The clear position of the Philippines not to cooperate with the International Criminal Court after it withdrew from the Rome Statute that created the international tribunal should stay.

The country has taken a stand to protect the integrity of its judicial process by refusing to have a foreign court interfere in a legal question that is best left to the jurisdiction of local courts.

An argument goes that since President Rodrigo Duterte, one of those accused in the crimes against humanity suit in the ICC, has stepped down, the administration of his successor has no reason not to allow the foreign tribunal to begin its probe into the war on drugs.

The Duterte administration — steeped in legal talent, aside from Duterte, who is a former prosecutor, executive secretary Salvador Medialdea, presidential counsel Sal Panelo, spokesperson Harry Roque, deputy presidential counsel Jesus Melchor Quitain, and justice secretary Menardo Guevarra who is now Solicitor General under President Ferdinand Marcos Jr. — had considered the ICC probe an intrusion into a functioning judicial system.

Duterte came into power promising Filipinos a law and order in his administration anchored on ending the drug crisis.

The relentless campaign resulted in blood and gore as the well-entrenched syndicates fought back, while a war of attrition started among rival drug lords amid the shrinking but lucrative evil trade.

The administration raised with the ICC the issue of complementarity, which entails the need for the international tribunal to intervene only if the legal system of a targeted country is not functioning.

Raising the issue of complementarity and the country’s withdrawal from the Rome Statute that took effect on 17 March 2019, Duterte’s Department of Justice argued that the ICC had no jurisdiction over the country.

The issue proved to be far from settled, as reflected in the close 3-2 ICC decision to proceed with the investigation of the drug war.

The judgment on 18 July 2023 by the ICC Appeals Chamber dismissed the Philippine challenge but with the two dissenting judges jointly filing a contrary opinion.

The split decision thus highlighted that the question of temporal jurisdiction was far from settled and could be raised if the ICC insisted on staging a probe in the country.

Through the loud clamor of anti-Duterte political forces, including failed putschist Antonio Trillanes IV, who masterminded the filing of the ICC case, ICC Prosecutor Fatou Bensouda, who has since retired, indicated on 13 October 2016, the possibility of a preliminary examination into the war on drugs.

The preliminary examination was launched on 8 February 2018, to which Duterte responded by ordering the Philippines’ withdrawal from the Rome Statute under Article 127.

The withdrawal came into effect on 17 March 2019. It was only two years later, on 24 May 2021, that the ICC sought authorization to open an investigation.

On 24 June 2022, the prosecutor filed a request with the ICC pre-trial chamber for the authority to resume its investigation amid the staunch objection of the Philippine government.

The Duterte administration pointed out that it was “able and willing to genuinely investigate” the crimes, but the pre-trial chamber authorized the resumption of the investigation on 26 January 2023.

On 3 February 2023, the Philippine government filed a Notice of Appeal against the resumption decision.
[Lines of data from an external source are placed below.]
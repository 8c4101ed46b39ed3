import { code, norm, readCsvLines } from "@/lib/csv/lines";
import { SESSION_KINDS, type SessionKind } from "@/lib/domain";

// Paper data sheets, typed into one CSV file: each line is a count session or a sighting.
// Sightings name their session by the sheet's own label (`session_ref`), so a paper full
// list arrives with its records and counts as a complete unit. Parsed with papaparse in
// the style of lib/species/csv.ts: every problem carries the line number a person sees in
// their spreadsheet (1 = the header line); lines starting with "#" are notes (the
// template's list of allowed values) and are skipped. Pure: no database, no framework;
// names of zones, taxa and observers are checked against the event by
// db/queries/paper-sheets.ts.

export const SHEET_COLUMNS = [
  "line_type",
  "session_ref",
  "observer_email",
  "zone",
  "session_kind",
  "start",
  "end",
  "full_list",
  "distance_m",
  "taxon",
  "description",
  "count",
  "count_is_estimate",
  "observed_at",
  "latitude",
  "longitude",
  "accuracy_m",
  "notes",
] as const;
export type SheetColumn = (typeof SHEET_COLUMNS)[number];
export const LINE_TYPES = ["count_session", "sighting"] as const;
export const MAX_SHEET_ROWS = 5000;
export const MAX_TEXT = 2000;
export const MAX_COUNT = 1_000_000;

export type SheetProblemCode =
  | "empty"
  | "tooManyRows"
  | "unreadable"
  | "missingColumn"
  | "unknownColumn"
  | "duplicateColumn"
  | "wrongFieldCount"
  | "missingValue"
  | "unknownLineType"
  | "unknownSessionKind"
  | "notYesNo"
  | "notDateTime"
  | "endBeforeStart"
  | "fullListNeedsEnd"
  | "notNumber"
  | "countRange"
  | "latitudeRange"
  | "longitudeRange"
  | "coordinatesPair"
  | "noPlace"
  | "noTime"
  | "tooLong"
  | "duplicateSessionRef"
  | "unknownSessionRef"
  | "notForSighting"
  | "notForSession"
  // Against the event (db/queries/paper-sheets.ts):
  | "unknownZone"
  | "unknownTaxon"
  | "ambiguousTaxon"
  | "unknownObserver"
  | "sessionKindNotUsed";

export type SheetProblem = {
  line: number;
  column?: string;
  code: SheetProblemCode;
  values?: Record<string, string | number>;
};

/** A wall-clock time in the event's time zone, as "YYYY-MM-DDTHH:mm". */
export type LocalTime = string;

export type SheetSession = {
  type: "count_session";
  line: number;
  ref: string;
  observerEmail: string | null;
  zone: string | null;
  kind: SessionKind;
  start: LocalTime;
  end: LocalTime | null;
  fullList: boolean;
  distanceM: number | null;
  notes: string;
};

export type SheetSighting = {
  type: "sighting";
  line: number;
  ref: string | null;
  observerEmail: string | null;
  zone: string | null;
  taxon: string | null;
  description: string;
  count: number;
  countIsEstimate: boolean;
  /** null: the session's start. */
  observedAt: LocalTime | null;
  point: { latitude: number; longitude: number; accuracyM: number | null } | null;
  notes: string;
};

export type ParsedSheet = { sessions: SheetSession[]; sightings: SheetSighting[]; problems: SheetProblem[] };

const YES = new Set(["yes", "y", "true", "1", "sí", "si", "oui"]);
const NO = new Set(["no", "n", "false", "0", "non", ""]);
const DATE_TIME = /^(\d{4})-(\d{2})-(\d{2})[ T](\d{2}):(\d{2})$/;

/** "2026-06-20 09:15" (or with a T) → "2026-06-20T09:15", or null when it is not a real date and time. */
export function localTime(value: string): LocalTime | null {
  const m = DATE_TIME.exec(norm(value));
  if (!m) return null;
  const [y, mo, d, h, mi] = [+m[1]!, +m[2]!, +m[3]!, +m[4]!, +m[5]!];
  const date = new Date(Date.UTC(y, mo - 1, d, h, mi));
  if (date.getUTCFullYear() !== y || date.getUTCMonth() !== mo - 1 || date.getUTCDate() !== d || h > 23 || mi > 59)
    return null;
  return `${m[1]}-${m[2]}-${m[3]}T${m[4]}:${m[5]}`;
}

export function parseSheetCsv(text: string): ParsedSheet {
  const body = text.replace(/^\uFEFF/, "");
  const none = (problems: SheetProblem[]): ParsedSheet => ({ sessions: [], sightings: [], problems });
  if (!body.trim()) return none([{ line: 1, code: "empty" }]);
  const read = readCsvLines(body, { maxRows: MAX_SHEET_ROWS, comments: true });
  const records = read.records;
  const problems: SheetProblem[] = [...read.problems];
  if (problems.some((p) => p.code === "tooManyRows")) return none(problems);
  if (!records.length) return none([{ line: 1, code: "empty" }]);

  const header = records[0]!;
  const columns = header.cells.map(code);
  const seen = new Set<string>();
  columns.forEach((c, i) => {
    if (seen.has(c)) problems.push({ line: header.line, column: header.cells[i], code: "duplicateColumn" });
    seen.add(c);
    if (!(SHEET_COLUMNS as readonly string[]).includes(c))
      problems.push({ line: header.line, column: header.cells[i] || `#${i + 1}`, code: "unknownColumn" });
  });
  for (const required of ["line_type", "count"] as const)
    if (!columns.includes(required)) problems.push({ line: header.line, column: required, code: "missingColumn" });
  if (problems.length) return none(problems);
  if (records.length === 1) return none([{ line: header.line + 1, code: "empty" }]);

  const sessions: SheetSession[] = [];
  const sightings: SheetSighting[] = [];
  const refs = new Map<string, number>(); // session_ref (lower case) → its line
  const cellsOf = (cells: string[]) => (name: SheetColumn) => norm(cells[columns.indexOf(name)] ?? "");

  for (const rec of records.slice(1)) {
    const before = problems.length;
    const problem = (column: SheetColumn | undefined, c: SheetProblemCode, values?: SheetProblem["values"]) =>
      problems.push({ line: rec.line, ...(column ? { column } : {}), code: c, ...(values ? { values } : {}) });
    if (rec.cells.length !== columns.length) {
      problem(undefined, "wrongFieldCount", { expected: columns.length, found: rec.cells.length });
      continue;
    }
    const at = cellsOf(rec.cells);
    for (const c of SHEET_COLUMNS) if (at(c).length > MAX_TEXT) problem(c, "tooLong", { maximum: MAX_TEXT });
    if (problems.length > before) continue;

    const yesNo = (column: SheetColumn): boolean | null => {
      const v = at(column).toLowerCase();
      if (YES.has(v)) return true;
      if (NO.has(v)) return false;
      problem(column, "notYesNo", { value: at(column) });
      return null;
    };
    const number = (column: SheetColumn): number | null => {
      const v = at(column).replace(",", ".");
      if (!v) return null;
      const n = Number(v);
      if (!Number.isFinite(n)) {
        problem(column, "notNumber", { value: at(column) });
        return null;
      }
      return n;
    };
    const time = (column: SheetColumn, required: boolean): LocalTime | null => {
      const v = at(column);
      if (!v) {
        if (required) problem(column, "missingValue");
        return null;
      }
      const t = localTime(v);
      if (!t) problem(column, "notDateTime", { value: v });
      return t;
    };
    const email = at("observer_email").toLowerCase() || null;
    const zone = at("zone") || null;
    const ref = at("session_ref") || null;
    const notes = at("notes");
    const type = code(at("line_type"));

    if (type === "count_session") {
      for (const c of ["taxon", "description", "count", "count_is_estimate", "observed_at"] as const)
        if (at(c)) problem(c, "notForSession");
      if (!ref) problem("session_ref", "missingValue");
      else if (refs.has(ref.toLowerCase()))
        problem("session_ref", "duplicateSessionRef", { ref, first: refs.get(ref.toLowerCase())! });
      else refs.set(ref.toLowerCase(), rec.line);
      const kind = code(at("session_kind"));
      if (!kind) problem("session_kind", "missingValue");
      else if (!(SESSION_KINDS as readonly string[]).includes(kind))
        problem("session_kind", "unknownSessionKind", { value: at("session_kind"), allowed: SESSION_KINDS.join(", ") });
      const start = time("start", true);
      const end = time("end", false);
      if (start && end && end <= start) problem("end", "endBeforeStart");
      const fullList = yesNo("full_list");
      if (fullList && !at("end")) problem("full_list", "fullListNeedsEnd");
      const distanceM = number("distance_m");
      if (distanceM !== null && distanceM < 0) problem("distance_m", "notNumber", { value: at("distance_m") });
      if (problems.length === before)
        sessions.push({
          type: "count_session",
          line: rec.line,
          ref: ref!,
          observerEmail: email,
          zone,
          kind: kind as SessionKind,
          start: start!,
          end,
          fullList: fullList!,
          distanceM,
          notes,
        });
    } else if (type === "sighting") {
      for (const c of ["session_kind", "start", "end", "full_list", "distance_m"] as const)
        if (at(c)) problem(c, "notForSighting");
      if (ref && !refs.has(ref.toLowerCase())) problem("session_ref", "unknownSessionRef", { ref });
      const taxon = at("taxon") || null;
      const description = at("description");
      if (!taxon && !description) problem("taxon", "missingValue");
      const countText = at("count");
      let count = 0;
      if (!countText) problem("count", "missingValue");
      else {
        const n = Number(countText);
        if (!Number.isInteger(n)) problem("count", "notNumber", { value: countText });
        else if (n < 1 || n > MAX_COUNT) problem("count", "countRange", { maximum: MAX_COUNT });
        else count = n;
      }
      const estimate = yesNo("count_is_estimate");
      const observedAt = time("observed_at", false);
      if (!at("observed_at") && !ref) problem("observed_at", "noTime");
      const lat = number("latitude");
      const lon = number("longitude");
      const acc = number("accuracy_m");
      if (lat !== null && (lat < -90 || lat > 90)) problem("latitude", "latitudeRange");
      if (lon !== null && (lon < -180 || lon > 180)) problem("longitude", "longitudeRange");
      if ((lat === null) !== (lon === null) && at("latitude") !== at("longitude"))
        problem(lat === null ? "latitude" : "longitude", "coordinatesPair");
      if (acc !== null && acc < 0) problem("accuracy_m", "notNumber", { value: at("accuracy_m") });
      if (lat === null && lon === null && !zone && !ref) problem("zone", "noPlace");
      if (problems.length === before)
        sightings.push({
          type: "sighting",
          line: rec.line,
          ref,
          observerEmail: email,
          zone,
          taxon,
          description,
          count,
          countIsEstimate: estimate!,
          observedAt,
          point: lat !== null && lon !== null ? { latitude: lat, longitude: lon, accuracyM: acc } : null,
          notes,
        });
    } else if (!type) problem("line_type", "missingValue");
    else problem("line_type", "unknownLineType", { value: at("line_type"), allowed: LINE_TYPES.join(", ") });
  }
  return problems.length ? { sessions: [], sightings: [], problems } : { sessions, sightings, problems };
}

/** The template: notes with the allowed values (lines starting with "#"), then the header line. */
export function sheetTemplate(allowed: {
  event: string;
  timeZone: string;
  zones: string[];
  taxa: string[];
  sessionKinds: string[];
  notes: { intro: string; zones: string; taxa: string; kinds: string; times: string; lines: string };
}): string {
  const q = (s: string) => (/[",\n;]/.test(s) ? `"${s.replace(/"/g, '""')}"` : s);
  const lines = [
    `# ${allowed.notes.intro}: ${allowed.event}`,
    `# ${allowed.notes.lines}: ${LINE_TYPES.join(" | ")}`,
    `# ${allowed.notes.times} (${allowed.timeZone}): YYYY-MM-DD HH:MM`,
    `# ${allowed.notes.kinds}: ${allowed.sessionKinds.join(" | ")}`,
    `# ${allowed.notes.zones}:`,
    ...allowed.zones.map((z) => `#   ${q(z)}`),
    `# ${allowed.notes.taxa}:`,
    ...allowed.taxa.map((t) => `#   ${q(t)}`),
    SHEET_COLUMNS.join(","),
  ];
  return lines.join("\r\n") + "\r\n";
}
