import { z } from "zod";
import { plainText } from "@/lib/validation/text";

/** What the site admin does to an account: lock (with a reason), unlock, or end every session. */
export const adminPersonInput = z
  .object({ action: z.enum(["lock", "unlock", "end_sessions"]), reason: plainText(1000).trim().default("") })
  .strict()
  .refine((d) => d.action !== "lock" || d.reason.length > 0, { error: "reasonRequired", path: ["reason"] });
The government echoed its complementarity argument but invoked a new ground: temporal jurisdiction.

While the majority (Judges Piotr Hofman’ski, Luz del Carmen Ibáñez Carranza, and Solomy Balungi Bossa) washed their hands of the withdrawal issue, the dissenting opinion of Judges Marc Perdin de Brichambaut and Gocha Lordkipanidze squarely addressed it in the ICC ruling.

They wrote: “We consider that the pre-trial court erred in law in concluding that the (ICC) had jurisdiction despite the Philippines’ withdrawal. The Court cannot exercise jurisdiction in the Philippines situation.”

How can the members of Congress now say that submitting to the ICC is imperative when even its judges are divided over the issue of jurisdiction?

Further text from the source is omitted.